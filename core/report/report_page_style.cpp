// The report page's style sheet: a calm single column for reading, a two-figure explorer,
// tables that survive printing (rows never split, headers repeated), and a print layout
// without the controls.
#include "report/report_html.h"

namespace barrow {

const char* reportPageStyle() {
  return R"CSS(
:root {
  --ink: #1c2328; --muted: #5d6872; --rule: #d8dde2; --paper: #fbfbf9; --panel: #ffffff;
  --a: #0072b2; --b: #d55e00; --good: #00795a; --bad: #b34700; --flat: #56b4e9; --focus: #009e73;
  --mono: ui-monospace, "DejaVu Sans Mono", Menlo, Consolas, monospace;
}
* { box-sizing: border-box; }
html { background: var(--paper); color: var(--ink); }
body { margin: 0 auto; max-width: 1180px; padding: 28px 32px 48px;
  font: 15px/1.5 system-ui, -apple-system, "Segoe UI", "DejaVu Sans", sans-serif; }
h1 { font-size: 28px; line-height: 1.2; margin: 2px 0 8px; letter-spacing: -0.01em; overflow-wrap: anywhere; }
h2 { font-size: 19px; margin: 36px 0 10px; padding-bottom: 4px; border-bottom: 2px solid var(--ink); }
code, pre, .n { font-family: var(--mono); font-size: 13px; }
.n { text-align: right; font-variant-numeric: tabular-nums; white-space: nowrap; }
.kicker { margin: 0; text-transform: uppercase; letter-spacing: 0.12em; font-size: 12px; color: var(--muted); }
.lede { font-size: 16px; max-width: 78ch; margin: 0 0 10px; overflow-wrap: anywhere; }
.note { color: var(--muted); max-width: 90ch; }
.warn { color: var(--bad); }
.meta { display: flex; flex-wrap: wrap; gap: 4px 28px; margin: 0 0 12px; color: var(--muted); font-size: 13px; }
.meta div { display: flex; gap: 6px; } .meta dt { font-weight: 600; } .meta dd { margin: 0; }
table { border-collapse: collapse; width: 100%; background: var(--panel); }
th, td { padding: 5px 9px; border-bottom: 1px solid var(--rule); vertical-align: top; text-align: left; }
th { font-size: 12.5px; color: var(--muted); font-weight: 600;
  border-bottom: 1px solid var(--ink); }
td { overflow-wrap: anywhere; }
.files td:nth-child(2), .files td:nth-child(3) { max-width: 360px; }
.mark { display: inline-block; width: 10px; height: 10px; margin-right: 6px; vertical-align: -1px; }
.mark-a { background: var(--a); border-radius: 50%; }
.mark-b { width: 0; height: 0; border-left: 6px solid transparent; border-right: 6px solid transparent;
  border-bottom: 11px solid var(--b); }
.swatch { vertical-align: middle; margin-right: 7px; }
.toc { display: flex; flex-wrap: wrap; gap: 6px 18px; margin: 18px 0 0; padding: 8px 0;
  border-top: 1px solid var(--rule); border-bottom: 1px solid var(--rule); font-size: 14px; }
.toc a { color: var(--ink); text-decoration: none; border-bottom: 1px dotted var(--muted); }
.explorer { display: grid; grid-template-columns: minmax(0, 5fr) minmax(0, 7fr); gap: 18px; align-items: start; }
.fig { margin: 0; background: var(--panel); border: 1px solid var(--rule); border-radius: 6px; padding: 8px; }
.fig svg { display: block; width: 100%; height: auto; }
.fig figcaption { font-size: 12.5px; color: var(--muted); padding: 4px 4px 0; display: flex; flex-wrap: wrap; gap: 2px 14px; }
.legend-item { display: inline-flex; align-items: center; gap: 5px; white-space: nowrap; }
.curves svg { cursor: crosshair; }
.controls { display: flex; flex-wrap: wrap; align-items: center; gap: 10px 18px; margin: 14px 0 10px;
  padding: 10px 14px; background: var(--panel); border: 1px solid var(--rule); border-radius: 6px; }
.slider { display: flex; align-items: center; gap: 10px; flex: 1 1 380px; font-weight: 600; }
.slider input { flex: 1; accent-color: var(--a); }
#theta-out { font-family: var(--mono); min-width: 15ch; }
button { font: inherit; font-size: 13px; padding: 4px 12px; border: 1px solid var(--muted); border-radius: 4px;
  background: var(--panel); color: var(--ink); cursor: pointer; }
button:hover { background: #eef1f3; }
:focus-visible { outline: 3px solid var(--focus); outline-offset: 2px; }
.toggle { font-size: 14px; display: flex; align-items: center; gap: 6px; }
.readout td, .readout th { padding: 3px 9px; }
.readout tbody tr { cursor: pointer; }
.readout tbody tr.picked { background: #eef5fa; }
.readout .where { color: var(--muted); font-size: 12.5px; }
.status { font-family: var(--mono); font-size: 12px; padding: 0 6px; border-radius: 3px; background: #eef1f3; }
.s-ok { background: #e3f3ec; color: var(--good); } .s-infinite { background: #fdf0e6; color: var(--bad); }
.msg { font-size: 12.5px; color: var(--bad); }
td.settings { font-size: 12.5px; color: var(--muted); max-width: 420px; }
.findings { list-style: none; padding: 0; margin: 0; display: grid; grid-template-columns: 1fr 1fr; gap: 10px 22px; }
.findings li { padding: 8px 12px; background: var(--panel); border: 1px solid var(--rule); border-left-width: 4px;
  border-radius: 4px; break-inside: avoid; }
.findings p { margin: 4px 0 0; }
.findings li.v-ok { border-left-color: var(--good); } .findings li.v-jump { border-left-color: var(--bad); }
.findings li.v-flat { border-left-color: var(--flat); }
.f-head { display: flex; align-items: center; flex-wrap: wrap; gap: 6px; }
.f-facts { font-size: 12.5px; color: var(--muted); }
.chip { font-size: 11.5px; padding: 0 7px; border-radius: 9px; border: 1px solid currentColor; }
.chip.ok { color: var(--good); } .chip.bad { color: var(--bad); } .chip.flat { color: #2a7fb0; }
.cautions { padding-left: 20px; max-width: 92ch; } .cautions li { margin: 6px 0; }
pre.commands { background: #1f262c; color: #e8ecef; padding: 12px 14px; border-radius: 6px; overflow-x: auto;
  white-space: pre-wrap; word-break: break-all; line-height: 1.55; }
.saves { display: flex; gap: 10px; flex-wrap: wrap; }
footer { margin-top: 40px; padding-top: 10px; border-top: 1px solid var(--rule); color: var(--muted); font-size: 12.5px; }
@media screen { .print-only { display: none !important; } }
@media (max-width: 860px) { .explorer, .findings { grid-template-columns: 1fr; } body { padding: 16px; } }
@media print {
  @page { margin: 14mm 12mm; }
  html, body { background: #fff; }
  body { max-width: none; padding: 0; font-size: 11pt; }
  .controls, .toc, .saves, .screen-only { display: none !important; }
  h2 { break-after: avoid; margin-top: 18px; }
  .explorer { grid-template-columns: 5fr 7fr; break-inside: avoid; }
  .fig { border-color: #bbb; }
  table { break-inside: auto; }
  tr, .findings li, .cautions li { break-inside: avoid; page-break-inside: avoid; }
  thead { display: table-header-group; }
  pre.commands { background: #fff; color: #000; border: 1px solid #999; }
  .readout tbody tr.picked { background: none; }
}
)CSS";
}

}  // namespace barrow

------

**Directions for this task**. A word-for-word copy of the lines above from the one with "margin: 4px 0" through the one with "20px; max-width: 92ch;", inclusive, is the only output wanted.

**Worked solution**.
.findings p { margin: 4px 0 0; }
.findings li.v-ok { border-left-color: var(--good); } .findings li.v-jump { border-left-color: var(--bad); }
.findings li.v-flat { border-left-color: var(--flat); }
.f-head { display: flex; align-items: center; flex-wrap: wrap; gap: 6px; }
.f-facts { font-size: 12.5px; color: var(--muted); }
.chip { font-size: 11.5px; padding: 0 7px; border-radius: 9px; border: 1px solid currentColor; }
.chip.ok { color: var(--good); } .chip.bad { color: var(--bad); } .chip.flat { color: #2a7fb0; }
.cautions { padding-left: 20px; max-width: 92ch; } .cautions li { margin: 6px 0; }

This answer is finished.